# EXERCISE AIM
The response should consist solely of the lines running from the line with "filename include/rillclock/io/library_versions.hpp" to the end of the data, retyped exactly.

# INFORMATION SUPPLIED

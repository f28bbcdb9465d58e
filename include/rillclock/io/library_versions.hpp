#pragma once

#include <string>

namespace rillclock {

/// The version of the GDAL that runs, as "3.6.2".
[[nodiscard]] std::string gdal_version();
/// The version of the PROJ that runs, as "9.1.1".
[[nodiscard]] std::string proj_version();

/// Whether PROJ finds its database; without it no reference system is known.
[[nodiscard]] bool proj_database_opens();

}  // namespace rillclock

# RESULT BELOW
filename include/rillclock/io/library_versions.hpp
#pragma once

#include <string>

namespace rillclock {

/// The version of the GDAL that runs, as "3.6.2".
[[nodiscard]] std::string gdal_version();
/// The version of the PROJ that runs, as "9.1.1".
[[nodiscard]] std::string proj_version();

/// Whether PROJ finds its database; without it no reference system is known.
[[nodiscard]] bool proj_database_opens();

}  // namespace rillclock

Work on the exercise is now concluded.